India at the Crossroads:
Seizing Opportunity in a Post-Globalization World | Part 2.0 of Trump Tariffs
The headlines (and Social Media) are screaming “Trump!!” “Trade War,” “OMG” “U.S. Markets Tanking.” And they are also memeing, to be fair. Which is essential in these times.
Funny.
The Trump Derangement Syndrome has surely made everyone pull their hair once again - but what if the chaos that looks self-inflicted... isn’t entirely?
Just scratch beneath the surface, and you’ll see this may be less about domestic pain and more about external pressure - a slow, calculated economic ambush aimed squarely at China, with a side of resentment towards Europe (especially France), for hiding behind the dollar while outsourcing both their security and monetary pain to the U.S.
In Part 1, I wrote about how America - the empire that built the global playbook - has now flipped the board mid-game, accusing others of cheating at a game it created.
I’ve war-gamed this scenario in my head (and let’s be honest, with a few late-night YouTube rabbit holes featuring Geopolitical/Macro gurus who the world thinks were probably bullied at school) - and hey, I know I could get disowned and kicked out of my (small) tribe too.
Yeah. I’ll just say it - I really think the U.S. has just attacked China.
Just… not your classic guns-and-boots-on-ground kind. While the world stares at Wall Street, what if the real target was the factory floor of the Dragon?
“Oh, but the judiciary will pull this executive order down… it’s illegal!”
“Haven’t you seen Trump’s first term? He always backtracks….”
Today, we go a layer deeper.
Because markets crash quickly. But power - that shifts silently.
And it is a power play. Let me tell you why I think so.
Return to Sender: Nations Fire Back at America’s Tariff Wall
France to U.S.: “Non, merci!”
On April 3, 2025, President Emmanuel Macron basically told EU companies to pack up their investment bags and hold off on doing business in the U.S. until Washington stops acting like a bully. This dramatic call came right after Trump’s 20% tariff salvo on foreign goods.
Source: The Guardian
"What message would we send by having major European players investing billions of euros in the American economy at a time when [the US] is hitting us?" he said.
Porfavor!!!
Is it French? No? Oh Okay. Then he didn’t say that.
Hmm. Next.
Look at this guy. I mean. Since when did Canadians start to have 0 self awareness?
Interestingly, he doubles down and says that the world's trade, previously anchored under the U.S., is also "over," saying, "The 80-year period where the United States embraced the mantle of global economic leadership is over."

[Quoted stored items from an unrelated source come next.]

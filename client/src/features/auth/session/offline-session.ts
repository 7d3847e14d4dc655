import type { CurrentUser } from '@pondwright/shared';
import { useSyncExternalStore } from 'react';

/**
 * Who was last signed in on this device, so that Pondwright can open in a backyard with no signal.
 *
 * The access token lives only in memory and the refresh cookie needs the server, so a reload with no
 * connection cannot restore a session. Instead the app opens "offline" as the remembered person: the
 * daily log then works from the copies it keeps on the device, and nothing reaches the server until the
 * connection returns and the refresh cookie proves the session is still good. The copy holds who the
 * person is (name, e-mail, role, company), never a token; it is dropped whenever the server says there
 * is no session, and on signing out.
 */
const REMEMBERED_USER_KEY = 'pondwright.session.user';

export function rememberSignedInUser(user: CurrentUser): void {
  try {
    window.localStorage.setItem(REMEMBERED_USER_KEY, JSON.stringify(user));
  } catch {
    // Storage full or switched off: the app still works online, it just cannot open offline.
  }
}

export function forgetSignedInUser(): void {
  try {
    window.localStorage.removeItem(REMEMBERED_USER_KEY);
  } catch {
    // Nothing was kept if storage is unavailable.
  }
}

function isCurrentUser(value: unknown): value is CurrentUser {
  if (typeof value !== 'object' || value === null) return false;
  const user = value as Record<string, unknown>;
  return ['id', 'email', 'name', 'role', 'companyId', 'companyName'].every(
    (field) => typeof user[field] === 'string',
  );
}

export function rememberedUser(): CurrentUser | null {
  try {
    const raw = window.localStorage.getItem(REMEMBERED_USER_KEY);
    const parsed: unknown = raw === null ? null : JSON.parse(raw);
    return isCurrentUser(parsed) ? parsed : null;
  } catch {
    return null;
  }
}

// Whether this page opened from the remembered user rather than a live session.
let openedOffline = false;
const listeners = new Set<() => void>();

export function setOpenedOffline(value: boolean): void {
  if (openedOffline === value) return;
  openedOffline = value;
  listeners.forEach((listener) => listener());
}

function subscribe(listener: () => void): () => void {
  listeners.add(listener);
  return () => listeners.delete(listener);
}

const isOpenedOffline = () => openedOffline;

/** True while the app runs from the remembered user, with no session on the server yet. */
export function useOpenedOffline(): boolean {
  return useSyncExternalStore(subscribe, isOpenedOffline, isOpenedOffline);
}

However, the Japs are…… disappointed. No pushback, no false bravado like the ‘West’... but perhaps an acceptance…..
Source: AA.com
The Penguins and the Aussies are scratching their heads, and the UK is just …erm not relevant anymore? But they’ve all reacted in one way or the other.
Source: X/@Maine
But there’s the Dragon in the Room…who has just slapped retaliatory tariffs on US goods.
Source: CNN.com
Both the countries are at each other’s throats.
Source: NDTV
Odd isn’t it?
Now three points anchor the discussion today in the media (that includes Social Media):
1. "It has nothing to do with the exporting nations. It is the US citizens who have to pay for these tariffs and it will lead to inflation."

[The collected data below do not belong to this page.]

import { Body, Controller, Get, HttpCode, Param, Post } from '@nestjs/common';
import { ApiBearerAuth, ApiTags } from '@nestjs/swagger';
import {
  createChangeOrderRequestSchema,
  sendInvoiceRequestSchema,
  type ChangeOrderView,
} from '@pondwright/shared';
import { ApiJsonResponse, ApiZodBody } from '../common/decorators/api-docs.decorators';
import { CurrentUser, Roles, type Principal } from '../common/decorators/auth.decorators';
import { ChangeOrdersService } from './change-orders.service';

@ApiTags('jobs')
@ApiBearerAuth()
@Controller('jobs/:id/change-orders')
export class ChangeOrdersController {
  constructor(private readonly orders: ChangeOrdersService) {}

  /** Staff only: a change order is prices; the crew sees accepted changes in the job's crew budget. */
  @Roles('owner', 'estimator')
  @Get()
  @ApiJsonResponse(200, 'ChangeOrderView[]', 'The job’s change orders, oldest first')
  list(@Param('id') id: string): Promise<ChangeOrderView[]> {
    return this.orders.list(id);
  }

  /** Lines to add, work to take off (a credit), or both. */
  @Roles('owner', 'estimator')
  @Post()
  @ApiZodBody(createChangeOrderRequestSchema)
  @ApiJsonResponse(201, 'ChangeOrderView', 'The new change order, priced')
  create(
    @Param('id') id: string,
    @Body() body: unknown,
    @CurrentUser() user: Principal,
  ): Promise<ChangeOrderView> {
    return this.orders.create(id, body, user.userId);
  }

  /** To the homeowner who accepted the quote unless `recipientEmail` says otherwise. */
  @Roles('owner', 'estimator')
  @Post(':orderId/send')
  @HttpCode(200)
  @ApiZodBody(sendInvoiceRequestSchema)
  @ApiJsonResponse(200, 'ChangeOrderView', 'Sent for the homeowner’s answer; the e-mail is queued')
  send(
    @Param('id') id: string,
    @Param('orderId') orderId: string,
    @Body() body: unknown,
    @CurrentUser() user: Principal,
  ): Promise<ChangeOrderView> {
    return this.orders.send(id, orderId, body, user.userId);
  }
}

2. "It will be a source of revenue for the Trump administration which might save close to $600b (or thereabouts)annually and help them reduce their deficits"
3. "The US runs a large trade deficit... it is unfair...." Says the MAGA.
However, the reader should be asking this - If tariffs fall on U.S. citizens, raising prices yet generating revenue, they could theoretically cut fiscal deficits (e.g., $600 billion yearly) and narrow trade deficits by leveling the playing field - deterring imports, boosting domestic production. If at all, if there is a line of thought that is dominating the current discourse is that Trump has just nuked the stock markets and by extension the US economy!
Breaking down the 4th wall equivalent of Cinema:
Despite concerns of a market crash, the Trump administration remains unfazed post-tariffs - signaling that their priority lies with their heartland voter base, not Wall Street. Trump’s message to the market was to…..take a medicine. Very helpful, Mr. Trump :)
Sovereign Debt of Developed Nations Is the New Subprime
Anyway, So why the fierce retaliation from specifically these countries?
I mean, I get it. These nations see their economies threatened - Canada exports $400 odd billion and China’s $438 billion.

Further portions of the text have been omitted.